# yellow river halloween trip



## basnbud (Jul 20, 2011)

Went out after work yesterday. launched outta carpenter park, hit the mouth of pond creek. Fished the point with the channel marker on it, drug up some nice white trout and a few speckled trout (1 or 2 keepers). then went on down to yellow river. had to blow in the mouth of the third river down from yellow due to the low water. set down just inside as it started to get deep and started fishing. and the fun began ! the speckled trout were stacked up in there ! some good uns too. there were striped bass in amongst em (most of them were small) I caught em on a baby bass fluke on a 1/4 oz head, a 1/2 oz. hammered spoon, and top water dog walker. probably could have thrown a shoe string and caught em.The villige idiot could have caught em out there. I didnt keep any, but I prob had two limits of keeper specks in there in a couple of hours. left there and hit one of my favorite dock lights on the way back up to blackwater, pulled a keeper striper and then hooked a big black nasty about 25 to 30 lbs ! he wasnt having any of it though..... he parted my 12 lb test pretty quick once he realized he was hooked. 

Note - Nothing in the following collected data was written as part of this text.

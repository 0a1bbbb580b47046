//! The roadmap solver against `scipy.optimize.milp` (HiGHS from Python) on the same generated
//! instances (`benches/roadmap/instances.rs`): realistic and adversarial, 10 to 200 candidates
//! over 12 quarters.
//!
//! ```text
//! pip install -r benches/requirements-roadmap.txt
//! cargo bench --bench roadmap                     # finance::roadmap with microlp
//! cargo bench --bench roadmap --features highs    # with HiGHS
//! cargo bench --bench roadmap -- --limit 30 realistic-1   # time limit, names containing ..
//! cargo bench --bench roadmap -- --runs 5 realistic-30     # the median of 5 runs each
//! ```
//! Each instance is written to `target/roadmap-bench/<name>.json`; `finance::roadmap::roadmap`
//! solves it with the time limit (10 s unless `--limit` or `ROADMAP_BENCH_LIMIT` says), then
//! `benches/roadmap_scipy.py` solves the same file with the same limit. With `--runs N` each side
//! solves each instance N times, in turns, and the table shows the median time with the range
//! beside it: on a shared 2-core machine one run's time varies by a fifth. Both plans are checked
//! with `finance::roadmap::check`, and the table says whether the two values agree to the cent.
//! Results go to `target/roadmap-bench/results-<backend>.json`; when a run of the other
//! backend with the same limit is there, a table of all three follows.
//! A benchmark, not a test: `cargo test` neither builds nor runs it, and the binary does
//! nothing unless cargo bench started it (`--bench`).
#![expect(clippy::expect_used, reason = "a benchmark binary, not a request path")]

#[path = "roadmap/instances.rs"]
mod instances;

use pilot_ledger::finance::roadmap::{Instance, Placement, check, roadmap, value_at};
use rust_decimal::Decimal;
use rust_decimal::prelude::ToPrimitive;
use serde_json::{Value, json};
use std::path::{Path, PathBuf};
use std::process::Command;
use std::time::{Duration, Instant};

/// The solver behind `finance::roadmap` in this build.
const BACKEND: &str = if cfg!(feature = "highs") { "highs" } else { "microlp" };
/// Seconds per instance and solver unless told otherwise.
const DEFAULT_LIMIT: f64 = 10.0;
const SCRIPT: &str = "benches/roadmap_scipy.py";
const REQUIREMENTS: &str = "benches/requirements-roadmap.txt";

/// One solver's answer on one instance.
#[derive(Clone)]
struct Row {
    instance: String,
    candidates: usize,
    backend: String,
    seconds: f64,
    /// The fastest and slowest of the runs, when there were several.
    range: Option<(f64, f64)>,
    proven: bool,
    /// (bound - value) / value, as HiGHS reports its MIP gap; `None` without a plan.
    gap: Option<f64>,
    /// Value of the plan found, to the cent.
    objective: Option<Decimal>,
    /// The first rule the plan breaks (by `finance::roadmap::check`), or why there is none.
    problem: Option<String>,
}

impl Row {
    fn to_json(&self) -> Value {
        json!({
            "instance": self.instance, "candidates": self.candidates, "backend": self.backend,
            "seconds": self.seconds, "range": self.range.map(|(a, b)| [a, b]), "proven": self.proven, "gap": self.gap,
            "objective": self.objective.map(|d| d.to_string()), "problem": self.problem,
        })
    }

    fn from_json(v: &Value) -> Option<Self> {
        Some(Self {
            instance: v["instance"].as_str()?.to_string(),
            candidates: v["candidates"].as_u64()? as usize,
            backend: v["backend"].as_str()?.to_string(),
            seconds: v["seconds"].as_f64()?,
            range: v["range"].as_array().and_then(|r| Some((r.first()?.as_f64()?, r.get(1)?.as_f64()?))),
            proven: v["proven"].as_bool()?,
            gap: v["gap"].as_f64(),
            objective: v["objective"].as_str().and_then(|s| s.parse().ok()),
            problem: v["problem"].as_str().map(str::to_string),
        })
    }
}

Well thats it for now ! tight lines

Basnbud


----------



## CatHunter (Dec 31, 2008)

basnbud said:


> Went out after work yesterday. launched outta carpenter park, hit the mouth of pond creek. Fished the point with the channel marker on it, drug up some nice white trout and a few speckled trout (1 or 2 keepers). then went on down to yellow river. had to blow in the mouth of the third river down from yellow due to the low water. set down just inside as it started to get deep and started fishing. and the fun began ! the speckled trout were stacked up in there ! some good uns too. there were striped bass in amongst em (most of them were small) I caught em on a baby bass fluke on a 1/4 oz head, a 1/2 oz. hammered spoon, and top water dog walker. probably could have thrown a shoe string and caught em.The villige idiot could have caught em out there. I didnt keep any, but I prob had two limits of keeper specks in there in a couple of hours. left there and hit one of my favorite dock lights on the way back up to blackwater, pulled a keeper striper and then hooked a big black nasty about 25 to 30 lbs ! he wasnt having any of it though..... he parted my 12 lb test pretty quick once he realized he was hooked.
> 
> Well thats it for now ! tight lines
> 
> Basnbud


sounds like another good yeller trips, but whats a big black nasty?


----------



## basnbud (Jul 20, 2011)

big black drum !


----------



## Amarillo Palmira (Jan 2, 2010)

what did you hook the drum on? they take forever to get in on trout/bass poles. like you said "once he realized he was hooked." LOL


----------



## basnbud (Jul 20, 2011)

I hooked him on a baby bass colored fluke on a 1/4 oz. lead head on 12lb test, a 6.6 ft med hvy bass pro shops pro finess rod with a David Fritz signature reel 6.3:1 ratio.
It handles most every other fish I hook up with. Just not that guy ! he took off too quick for me to loosen the drag a lil more and popped the line. oh well thats why they call it fishin instead of catchin !

Basnbud


----------



## perdidofisher (Oct 19, 2011)

I've been broke off like that too so i always keep my drag set to where it will give a little on a hook set so when that unexpected monster hits he can run. its best to have to tighten the drag in a hurry than it is to back off it in a hurry havent lost a big one yet doing it this way


----------